Once you find the line with "brightness: float = 1.0" in the entries below, return exactly every line from it through the line with "from shapely import Polygon".

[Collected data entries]
■ ■ ■ ■
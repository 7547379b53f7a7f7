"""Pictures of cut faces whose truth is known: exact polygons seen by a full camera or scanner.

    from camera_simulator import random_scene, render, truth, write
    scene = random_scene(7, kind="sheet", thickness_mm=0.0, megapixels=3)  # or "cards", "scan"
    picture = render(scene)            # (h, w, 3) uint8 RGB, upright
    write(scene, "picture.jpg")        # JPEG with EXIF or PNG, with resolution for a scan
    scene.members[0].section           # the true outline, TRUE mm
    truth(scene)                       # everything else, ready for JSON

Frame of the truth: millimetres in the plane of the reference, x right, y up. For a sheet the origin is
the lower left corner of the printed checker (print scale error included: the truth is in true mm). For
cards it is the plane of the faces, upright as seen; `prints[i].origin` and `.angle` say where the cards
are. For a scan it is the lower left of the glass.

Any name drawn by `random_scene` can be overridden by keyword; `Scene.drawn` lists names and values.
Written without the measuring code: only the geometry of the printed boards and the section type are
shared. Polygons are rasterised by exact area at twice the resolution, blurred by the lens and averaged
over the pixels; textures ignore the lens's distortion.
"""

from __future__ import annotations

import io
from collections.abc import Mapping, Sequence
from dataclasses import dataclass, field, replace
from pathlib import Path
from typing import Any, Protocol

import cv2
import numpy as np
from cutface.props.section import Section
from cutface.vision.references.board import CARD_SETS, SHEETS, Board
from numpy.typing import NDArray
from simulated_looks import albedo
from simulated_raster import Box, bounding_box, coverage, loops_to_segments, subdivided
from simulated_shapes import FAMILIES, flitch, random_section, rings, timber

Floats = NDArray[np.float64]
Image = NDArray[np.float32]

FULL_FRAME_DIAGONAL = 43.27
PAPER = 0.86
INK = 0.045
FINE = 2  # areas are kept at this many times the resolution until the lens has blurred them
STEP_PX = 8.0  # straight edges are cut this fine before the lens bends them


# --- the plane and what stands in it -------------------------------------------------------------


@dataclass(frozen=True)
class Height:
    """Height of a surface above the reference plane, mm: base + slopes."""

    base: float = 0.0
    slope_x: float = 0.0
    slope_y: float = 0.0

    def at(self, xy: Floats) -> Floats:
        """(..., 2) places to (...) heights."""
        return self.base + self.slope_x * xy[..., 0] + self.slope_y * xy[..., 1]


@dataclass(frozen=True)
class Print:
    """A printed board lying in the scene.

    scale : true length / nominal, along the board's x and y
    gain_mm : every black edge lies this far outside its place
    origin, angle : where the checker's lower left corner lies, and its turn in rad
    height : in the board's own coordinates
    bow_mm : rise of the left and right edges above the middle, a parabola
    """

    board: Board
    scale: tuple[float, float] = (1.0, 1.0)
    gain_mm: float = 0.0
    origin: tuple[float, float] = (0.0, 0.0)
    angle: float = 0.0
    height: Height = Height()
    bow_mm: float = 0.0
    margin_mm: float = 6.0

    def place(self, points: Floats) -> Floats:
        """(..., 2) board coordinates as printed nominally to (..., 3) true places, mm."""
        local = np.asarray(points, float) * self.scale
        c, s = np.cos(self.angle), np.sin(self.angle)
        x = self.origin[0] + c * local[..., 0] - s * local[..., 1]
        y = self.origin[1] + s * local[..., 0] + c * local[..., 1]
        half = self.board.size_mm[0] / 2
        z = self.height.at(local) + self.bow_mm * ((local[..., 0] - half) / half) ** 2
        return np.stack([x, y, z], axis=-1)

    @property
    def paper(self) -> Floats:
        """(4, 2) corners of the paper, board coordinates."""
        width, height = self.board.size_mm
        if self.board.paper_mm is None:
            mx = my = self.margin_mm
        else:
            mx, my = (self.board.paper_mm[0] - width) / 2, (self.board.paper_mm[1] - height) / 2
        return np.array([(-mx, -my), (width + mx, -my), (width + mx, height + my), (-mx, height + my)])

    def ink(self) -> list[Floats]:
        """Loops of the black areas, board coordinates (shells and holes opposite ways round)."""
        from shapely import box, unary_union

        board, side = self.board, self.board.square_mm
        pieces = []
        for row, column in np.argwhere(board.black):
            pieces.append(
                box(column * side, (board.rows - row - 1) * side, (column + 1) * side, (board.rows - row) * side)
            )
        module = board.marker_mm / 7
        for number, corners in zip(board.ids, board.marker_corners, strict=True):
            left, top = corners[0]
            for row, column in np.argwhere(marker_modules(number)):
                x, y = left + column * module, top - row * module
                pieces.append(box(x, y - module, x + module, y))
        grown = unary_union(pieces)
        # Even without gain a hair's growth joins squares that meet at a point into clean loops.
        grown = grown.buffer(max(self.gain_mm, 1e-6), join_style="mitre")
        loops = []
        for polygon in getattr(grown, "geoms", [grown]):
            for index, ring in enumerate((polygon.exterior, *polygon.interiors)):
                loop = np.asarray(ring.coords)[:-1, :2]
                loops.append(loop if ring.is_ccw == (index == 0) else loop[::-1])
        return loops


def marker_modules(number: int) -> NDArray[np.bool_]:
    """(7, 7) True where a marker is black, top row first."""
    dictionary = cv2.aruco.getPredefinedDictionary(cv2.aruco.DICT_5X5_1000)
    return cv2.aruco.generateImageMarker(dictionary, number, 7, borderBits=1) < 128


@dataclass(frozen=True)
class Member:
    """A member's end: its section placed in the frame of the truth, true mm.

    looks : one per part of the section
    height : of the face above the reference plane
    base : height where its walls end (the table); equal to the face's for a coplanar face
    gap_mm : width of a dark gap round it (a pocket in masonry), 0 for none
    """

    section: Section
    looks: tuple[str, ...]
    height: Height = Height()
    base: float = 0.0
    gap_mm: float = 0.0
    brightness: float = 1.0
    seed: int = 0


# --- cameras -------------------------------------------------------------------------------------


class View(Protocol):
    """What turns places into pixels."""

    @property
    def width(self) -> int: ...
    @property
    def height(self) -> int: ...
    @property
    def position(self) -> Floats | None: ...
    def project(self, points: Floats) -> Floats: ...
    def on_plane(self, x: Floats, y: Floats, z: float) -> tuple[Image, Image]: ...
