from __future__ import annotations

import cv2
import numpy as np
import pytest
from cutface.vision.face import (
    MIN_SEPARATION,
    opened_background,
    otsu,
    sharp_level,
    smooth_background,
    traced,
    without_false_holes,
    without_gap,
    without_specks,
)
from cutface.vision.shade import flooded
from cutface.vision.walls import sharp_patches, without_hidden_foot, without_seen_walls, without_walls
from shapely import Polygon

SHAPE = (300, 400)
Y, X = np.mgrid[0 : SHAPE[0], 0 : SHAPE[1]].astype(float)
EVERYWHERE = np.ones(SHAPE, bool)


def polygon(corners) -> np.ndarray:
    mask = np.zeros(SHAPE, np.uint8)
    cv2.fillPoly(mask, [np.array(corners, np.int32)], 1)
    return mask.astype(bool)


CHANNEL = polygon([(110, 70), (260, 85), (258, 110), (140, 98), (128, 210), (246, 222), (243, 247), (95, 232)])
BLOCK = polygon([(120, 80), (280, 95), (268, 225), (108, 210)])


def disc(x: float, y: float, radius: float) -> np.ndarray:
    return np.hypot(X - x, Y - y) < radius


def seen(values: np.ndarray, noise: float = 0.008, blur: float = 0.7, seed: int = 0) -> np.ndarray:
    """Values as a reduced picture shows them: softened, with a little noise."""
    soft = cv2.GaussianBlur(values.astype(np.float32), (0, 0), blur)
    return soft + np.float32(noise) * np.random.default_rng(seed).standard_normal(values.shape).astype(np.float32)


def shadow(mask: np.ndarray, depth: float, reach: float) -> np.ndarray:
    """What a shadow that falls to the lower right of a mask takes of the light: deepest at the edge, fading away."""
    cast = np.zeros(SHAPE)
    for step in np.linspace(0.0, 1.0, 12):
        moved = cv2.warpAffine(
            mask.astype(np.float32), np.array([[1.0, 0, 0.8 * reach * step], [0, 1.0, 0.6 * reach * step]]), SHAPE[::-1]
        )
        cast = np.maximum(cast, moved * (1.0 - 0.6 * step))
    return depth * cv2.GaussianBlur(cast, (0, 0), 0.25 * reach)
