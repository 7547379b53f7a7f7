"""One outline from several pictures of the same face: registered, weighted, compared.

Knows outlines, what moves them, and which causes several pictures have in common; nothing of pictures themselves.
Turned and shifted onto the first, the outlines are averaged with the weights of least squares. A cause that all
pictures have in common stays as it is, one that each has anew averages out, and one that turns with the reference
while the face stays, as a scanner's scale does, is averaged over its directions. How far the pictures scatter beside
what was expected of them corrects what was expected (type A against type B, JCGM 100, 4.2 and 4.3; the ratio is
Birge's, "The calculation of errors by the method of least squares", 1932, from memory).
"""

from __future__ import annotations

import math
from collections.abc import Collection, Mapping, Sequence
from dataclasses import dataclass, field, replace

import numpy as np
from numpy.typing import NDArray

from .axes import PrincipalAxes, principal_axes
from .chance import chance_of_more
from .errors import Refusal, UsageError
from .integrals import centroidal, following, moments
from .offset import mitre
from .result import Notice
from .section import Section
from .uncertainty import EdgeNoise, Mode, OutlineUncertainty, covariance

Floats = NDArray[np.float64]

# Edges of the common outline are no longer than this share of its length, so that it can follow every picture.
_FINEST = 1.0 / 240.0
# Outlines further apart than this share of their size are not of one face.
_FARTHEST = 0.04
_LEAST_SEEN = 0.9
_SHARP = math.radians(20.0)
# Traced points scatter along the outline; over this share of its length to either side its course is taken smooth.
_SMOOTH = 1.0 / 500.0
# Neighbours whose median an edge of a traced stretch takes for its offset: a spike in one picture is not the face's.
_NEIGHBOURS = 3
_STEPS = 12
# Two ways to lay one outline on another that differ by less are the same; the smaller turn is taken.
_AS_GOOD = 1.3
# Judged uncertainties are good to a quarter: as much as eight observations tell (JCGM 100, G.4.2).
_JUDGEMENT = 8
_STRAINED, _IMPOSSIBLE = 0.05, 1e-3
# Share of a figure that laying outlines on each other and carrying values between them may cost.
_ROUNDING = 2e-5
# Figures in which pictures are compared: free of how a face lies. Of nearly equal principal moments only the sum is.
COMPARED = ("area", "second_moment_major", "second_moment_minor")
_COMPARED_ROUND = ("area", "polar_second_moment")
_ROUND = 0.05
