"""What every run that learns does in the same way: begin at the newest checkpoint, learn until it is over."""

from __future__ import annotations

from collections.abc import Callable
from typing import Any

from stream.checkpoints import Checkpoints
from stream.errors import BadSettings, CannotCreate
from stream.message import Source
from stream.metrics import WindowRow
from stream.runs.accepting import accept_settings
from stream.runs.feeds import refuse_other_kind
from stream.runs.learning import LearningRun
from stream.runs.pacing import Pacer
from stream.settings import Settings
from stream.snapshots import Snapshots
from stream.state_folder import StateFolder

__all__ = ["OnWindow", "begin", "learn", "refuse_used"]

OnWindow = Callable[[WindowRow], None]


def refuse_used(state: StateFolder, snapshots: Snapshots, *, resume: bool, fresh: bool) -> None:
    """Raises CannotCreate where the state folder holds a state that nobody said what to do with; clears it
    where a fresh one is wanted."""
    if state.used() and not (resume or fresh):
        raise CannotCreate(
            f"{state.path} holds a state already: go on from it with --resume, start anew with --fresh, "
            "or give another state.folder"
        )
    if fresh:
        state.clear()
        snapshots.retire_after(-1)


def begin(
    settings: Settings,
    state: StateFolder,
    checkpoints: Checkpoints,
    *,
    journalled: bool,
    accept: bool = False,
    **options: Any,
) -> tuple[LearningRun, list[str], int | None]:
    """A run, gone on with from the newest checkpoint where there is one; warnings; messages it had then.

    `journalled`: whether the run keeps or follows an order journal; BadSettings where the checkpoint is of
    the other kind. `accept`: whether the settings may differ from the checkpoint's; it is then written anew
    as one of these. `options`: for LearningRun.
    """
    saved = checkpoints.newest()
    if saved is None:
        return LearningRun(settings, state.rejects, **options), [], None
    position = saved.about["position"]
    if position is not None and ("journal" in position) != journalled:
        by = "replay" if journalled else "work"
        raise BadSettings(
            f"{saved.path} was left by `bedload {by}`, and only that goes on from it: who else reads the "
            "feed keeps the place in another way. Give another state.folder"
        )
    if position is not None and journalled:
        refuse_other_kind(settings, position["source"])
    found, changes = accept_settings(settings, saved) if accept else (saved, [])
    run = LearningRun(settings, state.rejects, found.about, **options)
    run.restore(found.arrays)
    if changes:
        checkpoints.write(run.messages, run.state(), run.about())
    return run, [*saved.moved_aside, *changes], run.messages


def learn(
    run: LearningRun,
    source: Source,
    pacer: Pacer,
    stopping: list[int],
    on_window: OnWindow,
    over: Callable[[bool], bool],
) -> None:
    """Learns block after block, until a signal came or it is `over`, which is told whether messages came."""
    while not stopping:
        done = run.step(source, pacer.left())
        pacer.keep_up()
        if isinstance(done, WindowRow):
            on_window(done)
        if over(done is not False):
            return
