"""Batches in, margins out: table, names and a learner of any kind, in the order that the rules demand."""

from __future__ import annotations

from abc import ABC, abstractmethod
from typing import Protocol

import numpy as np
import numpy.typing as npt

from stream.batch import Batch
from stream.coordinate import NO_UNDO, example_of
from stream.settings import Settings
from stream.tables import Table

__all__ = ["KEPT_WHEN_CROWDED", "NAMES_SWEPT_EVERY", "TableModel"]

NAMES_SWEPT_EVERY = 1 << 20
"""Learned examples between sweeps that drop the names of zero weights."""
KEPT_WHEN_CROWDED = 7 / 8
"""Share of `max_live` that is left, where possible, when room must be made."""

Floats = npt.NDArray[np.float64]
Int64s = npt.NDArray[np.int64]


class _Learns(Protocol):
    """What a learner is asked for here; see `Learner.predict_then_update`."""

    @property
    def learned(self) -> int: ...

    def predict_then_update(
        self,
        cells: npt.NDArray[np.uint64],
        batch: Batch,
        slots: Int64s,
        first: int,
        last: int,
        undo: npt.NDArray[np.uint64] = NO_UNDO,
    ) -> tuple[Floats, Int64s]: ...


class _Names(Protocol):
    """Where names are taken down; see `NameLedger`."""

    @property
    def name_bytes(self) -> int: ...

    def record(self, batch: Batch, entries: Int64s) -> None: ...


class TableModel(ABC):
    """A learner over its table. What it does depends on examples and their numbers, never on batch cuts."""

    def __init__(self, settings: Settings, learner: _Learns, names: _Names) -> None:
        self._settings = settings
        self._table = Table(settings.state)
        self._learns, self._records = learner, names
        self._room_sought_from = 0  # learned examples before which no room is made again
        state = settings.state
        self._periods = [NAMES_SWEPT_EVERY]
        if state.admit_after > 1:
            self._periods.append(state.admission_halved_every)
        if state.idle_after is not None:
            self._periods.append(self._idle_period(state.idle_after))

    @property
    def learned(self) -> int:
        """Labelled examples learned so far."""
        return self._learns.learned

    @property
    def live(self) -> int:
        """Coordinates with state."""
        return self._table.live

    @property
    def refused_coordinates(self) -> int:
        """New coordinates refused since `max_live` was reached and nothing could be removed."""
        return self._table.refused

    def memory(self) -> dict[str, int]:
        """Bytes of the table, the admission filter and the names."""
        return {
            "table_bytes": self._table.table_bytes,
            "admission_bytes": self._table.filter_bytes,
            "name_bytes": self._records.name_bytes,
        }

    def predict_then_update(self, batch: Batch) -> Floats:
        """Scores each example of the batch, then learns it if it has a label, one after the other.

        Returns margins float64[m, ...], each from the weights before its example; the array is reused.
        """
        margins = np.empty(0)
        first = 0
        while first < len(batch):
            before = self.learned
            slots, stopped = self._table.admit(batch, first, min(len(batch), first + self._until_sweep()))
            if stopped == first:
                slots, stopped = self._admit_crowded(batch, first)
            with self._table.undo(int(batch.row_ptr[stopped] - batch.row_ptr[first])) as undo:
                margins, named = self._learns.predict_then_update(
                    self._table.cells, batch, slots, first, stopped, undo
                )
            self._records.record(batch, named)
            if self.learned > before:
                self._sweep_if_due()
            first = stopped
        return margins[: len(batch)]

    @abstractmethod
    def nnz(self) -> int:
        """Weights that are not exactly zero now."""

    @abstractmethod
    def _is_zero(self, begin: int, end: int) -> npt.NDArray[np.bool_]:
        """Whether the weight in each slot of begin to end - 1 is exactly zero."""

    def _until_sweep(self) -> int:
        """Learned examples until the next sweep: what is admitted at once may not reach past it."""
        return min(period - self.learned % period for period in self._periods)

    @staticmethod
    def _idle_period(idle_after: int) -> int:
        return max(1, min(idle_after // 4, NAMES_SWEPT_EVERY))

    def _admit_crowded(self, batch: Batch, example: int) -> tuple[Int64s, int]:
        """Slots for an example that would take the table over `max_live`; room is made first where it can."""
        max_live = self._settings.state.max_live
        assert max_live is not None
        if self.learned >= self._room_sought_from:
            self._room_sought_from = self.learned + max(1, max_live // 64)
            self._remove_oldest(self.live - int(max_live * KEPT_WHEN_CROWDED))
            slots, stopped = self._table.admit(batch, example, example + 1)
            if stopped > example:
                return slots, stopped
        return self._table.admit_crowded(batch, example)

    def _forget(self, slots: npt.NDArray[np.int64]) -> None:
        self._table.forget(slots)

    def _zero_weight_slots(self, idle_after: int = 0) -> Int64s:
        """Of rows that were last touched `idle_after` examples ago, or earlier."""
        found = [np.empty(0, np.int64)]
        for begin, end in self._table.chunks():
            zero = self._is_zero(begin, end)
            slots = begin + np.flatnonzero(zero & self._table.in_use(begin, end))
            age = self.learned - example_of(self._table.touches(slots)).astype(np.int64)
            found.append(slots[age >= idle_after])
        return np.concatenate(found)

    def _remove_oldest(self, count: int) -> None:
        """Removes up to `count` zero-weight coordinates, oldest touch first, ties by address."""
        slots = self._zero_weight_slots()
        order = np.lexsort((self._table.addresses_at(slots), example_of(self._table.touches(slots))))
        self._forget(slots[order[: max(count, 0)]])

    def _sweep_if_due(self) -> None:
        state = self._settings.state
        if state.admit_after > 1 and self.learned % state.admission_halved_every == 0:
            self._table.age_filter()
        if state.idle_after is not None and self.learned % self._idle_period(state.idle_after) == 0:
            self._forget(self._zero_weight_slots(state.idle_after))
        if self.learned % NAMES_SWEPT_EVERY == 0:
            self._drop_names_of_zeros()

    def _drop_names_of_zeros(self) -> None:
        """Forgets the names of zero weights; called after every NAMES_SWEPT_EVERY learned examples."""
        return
■ ■ ■ ■
* _RESPONSE TO THIS TASK_
    brightness: float = 1.0
    seed: int = 0


# --- cameras -------------------------------------------------------------------------------------


class View(Protocol):
    """What turns places into pixels."""

    @property
    def width(self) -> int: ...
    @property
    def height(self) -> int: ...
    @property
    def position(self) -> Floats | None: ...
    def project(self, points: Floats) -> Floats: ...
    def on_plane(self, x: Floats, y: Floats, z: float) -> tuple[Image, Image]: ...
from __future__ import annotations

import cv2
import numpy as np
import pytest
from cutface.vision.face import (
    MIN_SEPARATION,
    opened_background,
    otsu,
    sharp_level,
    smooth_background,
    traced,
    without_false_holes,
    without_gap,
    without_specks,
)
from cutface.vision.shade import flooded
from cutface.vision.walls import sharp_patches, without_hidden_foot, without_seen_walls, without_walls
from shapely import Polygon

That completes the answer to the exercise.